Middle East

The World Health Organization provides 14 countries with rapid diagnostic tests for cholera

Geneva, April 5, 2017 – The World Health Organization today announced the launch of the largest global deployment of rapid diagnostic tests for cholera, in cooperation with the Global Vaccine Alliance (GAVI), UNICEF, and other partners, where more than 1.2 million rapid diagnostic tests for cholera will be shipped to 14 countries. The first shipment will arrive today in Maulai.

The organization stated that this first official publication of tests will improve the timely detection and monitoring of the disease outbreak, in addition to the effectiveness of vaccination campaigns in response to the current disease outbreak and targeting future preventive vaccination efforts.

She pointed out that the countries that will be included in the distribution in the coming weeks are those currently severely affected by the outbreak of the cholera epidemic, such as Ethiopia, Somalia, Syria and Zambia, explaining that this program will work to improve the timing and accuracy of detecting the outbreak of the disease and responding to it by strengthening routine surveillance and testing capabilities and assisting in… Rapidly identifying potential cholera cases will also help countries monitor trends, build an evidence base for future prevention programs and support the achievement of national cholera control and elimination goals.

The World Health Organization stated that cholera has witnessed a global increase since 2021, with high death rates among infected cases despite the availability of simple, effective and affordable treatment, noting that the large number of outbreaks of the disease has led to an unprecedented demand for vaccines from affected countries. .

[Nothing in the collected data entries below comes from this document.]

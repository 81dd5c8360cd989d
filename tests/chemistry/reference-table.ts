import { readFileSync } from 'node:fs';
import { afterAll } from 'vitest';

/** One row of a reference table: the cell of a column as text or as a number. */
export type ReferenceRow = { text: (column: string) => string; number: (column: string) => number };

/** Rows of tests/reference/<file>; lines starting with # say where the table comes from. */
export function referenceRows(file: string): ReferenceRow[] {
  const lines = readFileSync(`tests/reference/${file}`, 'utf8')
    .split('\n')
    .filter((line) => line !== '' && !line.startsWith('#'))
    .map(cellsOf);
  const [header, ...rows] = lines;
  return rows.map((cells) => {
    const text = (column: string): string => {
      const cell = cells[header!.indexOf(column)];
      if (cell === undefined) throw new Error(`${file} has no column ${column}.`);
      return cell;
    };
    return {
      text,
      number: (column) => {
        const value = Number(text(column));
        if (text(column) === '' || !Number.isFinite(value)) throw new Error(`${file}: ${column} is "${text(column)}".`);
        return value;
      },
    };
  });
}

function cellsOf(line: string): string[] {
  return [...line.matchAll(/("(?:[^"]|"")*"|[^,]*)(?:,|$)/g)]
    .map((match) => match[1]!)
    .slice(0, -1)
    .map((cell) => (cell.startsWith('"') ? cell.slice(1, -1).replaceAll('""', '"') : cell));
}

/** Collects errors per column and prints one line of them when the file's tests are over. */
export class ErrorReport {
  readonly #errors = new Map<string, number[]>();

  constructor(table: string) {
    afterAll(() => {
      for (const [column, errors] of this.#errors) {
        console.log(
          `${table} ${column}: ${errors.length} rows, worst ${this.worst(column).toFixed(5)}, RMS ${this.rms(column).toFixed(5)}`,
        );
      }
    });
  }

  note(column: string, error: number): number {
    const errors = this.#errors.get(column) ?? [];
    errors.push(error);
    this.#errors.set(column, errors);
    return error;
  }

  worst(column: string): number {
    return Math.max(...this.#of(column).map(Math.abs));
  }

  rms(column: string): number {
    const errors = this.#of(column);
    return Math.sqrt(errors.reduce((sum, error) => sum + error * error, 0) / errors.length);
  }

  #of(column: string): number[] {
    const errors = this.#errors.get(column);
    if (errors === undefined || errors.length === 0) throw new Error(`No errors noted for ${column}.`);
    return errors;
  }
}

The World Health Organization reported that while the global supply of oral cholera vaccine increased eighteen-fold between 2013 and 2023, the significant and sustained rise in demand compared to currently available vaccines has put pressure on global stocks, which has caused a delay in preventive vaccination campaigns to maintain Doses needed for emergency outbreak response efforts.

The organization pointed out that the high rates of cholera infection are due to the continuing gaps in access to potable water and sanitation services and the failure to quickly detect the outbreak of the disease and limit its spread, in addition to the fact that affected communities are often unable to access basic health services. The situation is exacerbated by factors related to climate, conflict and population displacement.